My cofounder Kalvin had previously gone to Burning Man, the massive festival that occurs in the desert of Nevada each year and we decided it would be an awesome event to launch Ridejoy. BurningManRides.com went live on August 2nd as a gift to the Burning Man community to help folks rideshare to the Burn.

Thanks to the incredible support of the Burning Man community and its organizers, the site grew quickly over the next few weeks and we ultimately signed up over 1600 people who posted over 1200 rides to the festival. At the last minute, we decided to go ourselves and used the site to find rides.

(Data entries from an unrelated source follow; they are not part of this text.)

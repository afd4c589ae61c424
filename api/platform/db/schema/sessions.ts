import {
  customType,
  foreignKey,
  index,
  pgTable,
  primaryKey,
  text,
  timestamp,
  uuid,
} from 'drizzle-orm/pg-core';
import { person } from './people';
import { organisationId, organisationOnly } from './policy';

/** A SHA-256, 32 bytes. */
export const digest = customType<{ data: Buffer; driverData: Buffer }>({
  dataType: () => 'bytea',
});

/** One sign-in on one device: the family of all refresh tokens that follow from it. */
export const session = pgTable(
  'session',
  {
    organisationId: organisationId(),
    id: uuid().notNull(),
    personId: uuid().notNull(),
    startedAt: timestamp({ withTimezone: true }).notNull(),
    /** Last time that a token was taken; an idle family ends. */
    refreshedAt: timestamp({ withTimezone: true }).notNull(),
    endedAt: timestamp({ withTimezone: true }),
    endedBecause: text().$type<'signed out' | 'reuse' | 'disabled'>(),
  },
  (table) => [
    primaryKey({ columns: [table.organisationId, table.id] }),
    foreignKey({
      columns: [table.organisationId, table.personId],
      foreignColumns: [person.organisationId, person.id],
    }),
    index('session_by_person').on(table.organisationId, table.personId),
    organisationOnly(),
  ],
);

/** Refresh tokens by their digest only. A used one names no successor: that is derived again. */
export const refreshToken = pgTable(
  'refresh_token',
  {
    organisationId: organisationId(),
    digest: digest().notNull(),
    sessionId: uuid().notNull(),
    issuedAt: timestamp({ withTimezone: true }).notNull(),
    usedAt: timestamp({ withTimezone: true }),
  },
  (table) => [
    primaryKey({ columns: [table.organisationId, table.digest] }),
    foreignKey({
      columns: [table.organisationId, table.sessionId],
      foreignColumns: [session.organisationId, session.id],
    }).onDelete('cascade'),
    index('refresh_token_by_session').on(table.organisationId, table.sessionId),
    organisationOnly(),
  ],
);
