import { pgTable, primaryKey, text, timestamp } from 'drizzle-orm/pg-core';
import { organisationId, organisationOnly } from './policy';

export const organisation = pgTable(
  'organisation',
  {
    organisationId: organisationId(),
    name: text().notNull(),
    /** IANA name; dates are shown in it. */
    timeZone: text().notNull(),
    createdAt: timestamp({ withTimezone: true }).notNull().defaultNow(),
  },
  (table) => [primaryKey({ columns: [table.organisationId] }), organisationOnly()],
);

I was the last one to leave the apartment. Imagine this, it’s Sunday night and both my cofounders and roommates had left the apartment. I'm getting ready for my first "true" rideshare with a guy who called himself "Billtron" to go to a festival that was held in the middle of the desert where there's essentially no cell reception, running water or electricity.

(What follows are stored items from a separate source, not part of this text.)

import {
  bigint,
  foreignKey,
  index,
  jsonb,
  pgTable,
  primaryKey,
  text,
  timestamp,
  uuid,
} from 'drizzle-orm/pg-core';
import { organisation } from './organisation';
import { person } from './people';
import { organisationId, organisationOnly } from './policy';
import { digest } from './sessions';

/** Answers of writes that are no events, by the key that the client sent with them. */
export const idempotency = pgTable(
  'idempotency',
  {
    organisationId: organisationId(),
    personId: uuid().notNull(),
    key: text().notNull(),
    /** SHA-256 of method, path, version and body. */
    requestDigest: digest().notNull(),
    /** Null while the first request runs; its transaction holds the row locked until then. */
    answer: jsonb(),
    createdAt: timestamp({ withTimezone: true }).notNull(),
  },
  (table) => [
    primaryKey({ columns: [table.organisationId, table.personId, table.key] }),
    foreignKey({
      columns: [table.organisationId, table.personId],
      foreignColumns: [person.organisationId, person.id],
    }),
    index('idempotency_by_age').on(table.organisationId, table.createdAt),
    organisationOnly(),
  ],
);

/** Who did what, when and with which outcome; a hash chain per organisation. Append-only. */
export const audit = pgTable(
  'audit',
  {
    organisationId: organisationId(),
    /** 1, 2, 3 … without gaps. */
    position: bigint({ mode: 'number' }).notNull(),
    at: timestamp({ withTimezone: true }).notNull(),
    actor: uuid().notNull(),
    action: text().notNull(),
    /** Kind and id of what it was done to. */
    subject: text().notNull(),
    outcome: text().notNull(),
    previousHash: digest().notNull(),
    hash: digest().notNull(),
  },
  (table) => [
    primaryKey({ columns: [table.organisationId, table.position] }),
    foreignKey({
      columns: [table.organisationId, table.actor],
      foreignColumns: [person.organisationId, person.id],
    }),
    organisationOnly(),
  ],
);

/** Last link of the audit chain; locked last of all. */
export const auditHead = pgTable(
  'audit_head',
  {
    organisationId: organisationId(),
    position: bigint({ mode: 'number' }).notNull().default(0),
    hash: digest().notNull(),
  },
  (table) => [
    primaryKey({ columns: [table.organisationId] }),
    foreignKey({ columns: [table.organisationId], foreignColumns: [organisation.organisationId] }),
    organisationOnly(),
  ],
);
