import { buildStale } from './build';

// `npm run build`: client and API bundle, where their sources have changed.
const { stamp, rebuilt } = await buildStale();
process.stdout.write(`Build ${stamp}: ${rebuilt.join(' and ') || 'nothing had changed'}.\n`);
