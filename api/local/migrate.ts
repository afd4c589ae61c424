import { prepareDatabase } from '../platform/db/migrate';

// `npm run migrate`: for a database that is not the local one.
const { DATABASE_OWNER_URL: owner, DATABASE_URL: application } = process.env;
if (!owner || !application) {
  process.stderr.write('DATABASE_OWNER_URL and DATABASE_URL are needed: nothing was changed.\n');
  process.exit(1);
}
await prepareDatabase(owner, application);
process.stdout.write('Roles and tables are as this build needs them.\n');
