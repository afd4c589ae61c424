import {
  boolean,
  doublePrecision,
  foreignKey,
  index,
  integer,
  jsonb,
  pgTable,
  primaryKey,
  text,
  timestamp,
  uuid,
} from 'drizzle-orm/pg-core';
import type { CaseStatus, OutcomeOfCase } from '../../../../shared/cases';
import type { Weakness } from '../../../../shared/contract';
import { lift } from './lifts';
import { person } from './people';
import { organisationId, organisationOnly } from './policy';

/** One line per case, folded from its events: can be dropped and rebuilt at any time. */
export const caseRow = pgTable(
  'case_row',
  {
    organisationId: organisationId(),
    id: uuid().notNull(),
    liftId: uuid().notNull(),
    circuitId: uuid().notNull(),
    circuitRevision: integer().notNull(),
    status: text().$type<CaseStatus>().notNull(),
    complaint: text().notNull(),
    device: text(),
    cause: text(),
    outcome: text().$type<OutcomeOfCase>(),
    practice: boolean().notNull(),
    openedAt: timestamp({ withTimezone: true }).notNull(),
    closedAt: timestamp({ withTimezone: true }),
    openedBy: uuid().notNull(),
    readings: integer().notNull(),
    dangers: integer().notNull(),
    weaknesses: jsonb().$type<Weakness[]>().notNull(),
    /** Larger is reviewed first. */
    risk: doublePrecision().notNull(),
    /** Number of events folded in. */
    version: integer().notNull(),
  },
  (table) => [
    primaryKey({ columns: [table.organisationId, table.id] }),
    foreignKey({
      columns: [table.organisationId, table.liftId],
      foreignColumns: [lift.organisationId, lift.id],
    }),
    foreignKey({
      columns: [table.organisationId, table.openedBy],
      foreignColumns: [person.organisationId, person.id],
    }),
    index('case_row_by_lift').on(table.organisationId, table.liftId, table.openedAt),
    index('case_row_by_status').on(table.organisationId, table.status, table.openedAt),
    organisationOnly(),
  ],
);
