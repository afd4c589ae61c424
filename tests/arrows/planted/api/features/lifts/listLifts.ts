import { eq } from 'drizzle-orm';

/** Planted: a use case that knows Drizzle. */
export const condition = eq;
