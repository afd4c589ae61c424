import { describe, expect, it } from 'vitest';
import { readConfig } from './config';

const complete = {
  DATABASE_URL: 'postgres://lampline_app:x@127.0.0.1:5432/lampline',
  SESSION_SECRET: Buffer.alloc(32, 1).toString('base64url'),
  CLIENT_FOLDER: '/srv/client',
};

describe('The configuration', () => {
  it('is read from the environment, with defaults', () => {
    expect(readConfig(complete)).toMatchObject({ port: 4300, logLevel: 'info' });
    expect(readConfig({ ...complete, PORT: '8080' }).port).toBe(8080);
  });

  it.each([
    ['PORT', 'eighty'],
    ['PORT', '70000'],
    ['DATABASE_URL', undefined],
    ['DATABASE_URL', 'mysql://x'],
    ['SESSION_SECRET', undefined],
    ['SESSION_SECRET', Buffer.alloc(31, 1).toString('base64url')],
    ['SESSION_SECRET', 'not base64url !'],
    ['CLIENT_FOLDER', ''],
    ['LOG_LEVEL', 'loud'],
  ])('with %s = %s stops with one sentence that names it', (name, value) => {
    expect(() => readConfig({ ...complete, [name]: value })).toThrow(
      new RegExp(`^The configuration .*${name}.*\\.$`),
    );
  });

  it('never repeats a value: it may be a secret', () => {
    const attempt = () => readConfig({ ...complete, SESSION_SECRET: 'short-secret' });
    expect(attempt).not.toThrow(/short-secret/);
    expect(attempt).toThrow();
  });
});
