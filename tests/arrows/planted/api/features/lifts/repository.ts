import { eq } from 'drizzle-orm';
import { lift } from '../../platform/db/schema';

/** Legal: repositories know the schema and Drizzle. */
export const known = [eq, lift];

I was perhaps a tiny bit nervous.

Eventually a white van pulled up on my street and Billtron emerges to help me load up my stuff. The entire trip was an adventure, like when we turned around in Sacramento because Billtron forgot to grab the giant "psychedelic bunny head" which you would place over your head like the top of a mascot suit and follow the instructions sent to you via the wireless transmitter.

So part of this road trip involved helping Billtron climb up into his friend’s garage and dig around for the head and some other random supplies. We switched off driving duties throughout the night, fueled by Red Bulls and there were definitely some scary moments as we started getting tired and a little drowsy.

Luckily, we made it to the festival in one piece and had an incredible experience. Burning Man definitely shaped the ethos of our company and we aspire to offer that strong sense of community, wonder and adventure that we experienced, to our own users.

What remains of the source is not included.